The noted B-scan device, and devices similar thereto, have thus not been found useful for clinical routine three dimensional images and/or representations of ocular structures.
It would thus be desirable to provide apparatus, systems and methods for providing rapid, accurate representations of biological structures; particularly eye structures.
It is therefore an object of the present invention to provide apparatus, systems and methods for providing rapid, accurate representations of biological structures; particularly eye structures.

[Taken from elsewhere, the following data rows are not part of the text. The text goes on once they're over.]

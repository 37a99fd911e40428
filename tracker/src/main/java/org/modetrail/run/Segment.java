package org.modetrail.run;

import java.util.ArrayList;
import java.util.List;

import org.modetrail.model.FrameAnnotation;
import org.modetrail.model.Track;
import org.modetrail.tracking.TrackerConfig;

/**
 * The frames between two neighbouring keyframes of a track (or between a keyframe and an end of the video), with
 * the passes that fill them: forward from the earlier keyframe if it has a box, backward from the later one if it
 * has a box.
 */
final class Segment {
    final int trackId;
    final FrameAnnotation startKey;
    final FrameAnnotation endKey;
    final int from;
    final int to;
    final Pass forward;
    final Pass backward;

    private Segment(int trackId, FrameAnnotation startKey, FrameAnnotation endKey, int from, int to,
                    TrackerConfig config) {
        this.trackId = trackId;
        this.startKey = startKey;
        this.endKey = endKey;
        this.from = from;
        this.to = to;
        forward = startKey != null && startKey.isVisible()
                ? new Pass(trackId, startKey.frame(), startKey.box(), to, true, config) : null;
        backward = endKey != null && endKey.isVisible()
                ? new Pass(trackId, endKey.frame(), endKey.box(), from, false, config) : null;
    }

    /** The segments of {@code track} that meet {@code span}. */
    static List<Segment> of(Track track, Span span, int frameCount, TrackerConfig config) {
        List<FrameAnnotation> keys = track.keyframes();
        List<Segment> out = new ArrayList<>();
        if (keys.isEmpty()) {
            return out;
        }
        FrameAnnotation previous = null;
        for (int i = 0; i <= keys.size(); i++) {
            FrameAnnotation next = i < keys.size() ? keys.get(i) : null;
            int from = previous == null ? 0 : previous.frame() + 1;
            int to = next == null ? frameCount - 1 : next.frame() - 1;
            if (from <= to && to >= span.from() && from <= span.to()) {
                out.add(new Segment(track.id(), previous, next, from, to, config));
            }
            previous = next;
        }
        return out;
    }

    List<FrameAnnotation> fill(PassMerge merge) {
        PassResult f = forward != null ? forward.result : new PassResult(from, from - 1);
        PassResult b = backward != null ? backward.result : new PassResult(from, from - 1);
        return SpanFill.fill(startKey, endKey, f, b, from, to, merge);
    }
}
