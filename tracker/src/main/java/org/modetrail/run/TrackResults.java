package org.modetrail.run;

import java.util.List;

import org.modetrail.model.FrameAnnotation;
import org.modetrail.model.Project;
import org.modetrail.model.Track;

/**
 * Bringing a tracking result into a project that may have changed while the tracking ran (the editor tracks in the
 * background while the user keeps working).
 */
public final class TrackResults {
    private TrackResults() {
    }

    /**
     * {@code current} with the tracked and interpolated frames of {@code spans} taken from {@code tracked}, for each
     * track whose keyframes are still exactly those of {@code snapshot}, the project the tracking started from. A
     * track whose keyframes changed meanwhile is left alone: the edit that changed them has queued its own
     * tracking. Keyframes are never touched.
     */
    public static Project foldIn(Project current, Project snapshot, Project tracked, List<Span> spans) {
        Project out = current;
        for (Span s : spans) {
            Track now = out.track(s.trackId()).orElse(null);
            Track then = snapshot.track(s.trackId()).orElse(null);
            Track result = tracked.track(s.trackId()).orElse(null);
            if (now == null || then == null || result == null || !now.keyframes().equals(then.keyframes())) {
                continue;
            }
            TrackFrames.Builder b = TrackFrames.clearNonKeyframes(now, s.from(), s.to());
            for (FrameAnnotation a : result.frames().subMap(s.from(), true, s.to(), true).values()) {
                if (!a.isKeyframe()) {
                    b.put(a);
                }
            }
            out = out.withTrack(b.build());
        }
        return out;
    }
}
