package org.modetrail.run;

/**
 * How a frame between two keyframes takes its box when both the forward and the backward pass found the object.
 * Which is the default was chosen by the simulated annotator's effort (see DEVELOPERS.md, "Choosing how passes
 * merge").
 */
public enum PassMerge {
    /** The box of the pass more similar to its target model on that frame. */
    MORE_SIMILAR,
    /**
     * Where the two boxes agree (IoU at least {@link SpanFill#AGREEMENT}), their average weighted by each pass's
     * similarity and by nearness to the pass's own keyframe (a pass is surest near where it started); where they
     * disagree (on two different objects, say) the more similar one, as {@link #MORE_SIMILAR}.
     */
    BLEND
}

It is another object of the present invention to provide ultrasonic scanning apparatus, systems and methods for providing rapid and accurate three-dimensional (3-D) images of scanned biological structures and/or tissue associated therewith.
It is another object of the present invention to provide ultrasonic scanning apparatus, systems and methods for providing rapid and accurate three-dimensional (3-D) images of scanned biological structures during therapeutic procedures.
It is another object of the present invention to provide ultrasonic scanning apparatus, systems and methods for providing rapid and accurate three-dimensional (3-D) images of scanned biological structures and the focal point of the transmitted therapeutic energy (i.e. beam) during therapeutic procedures.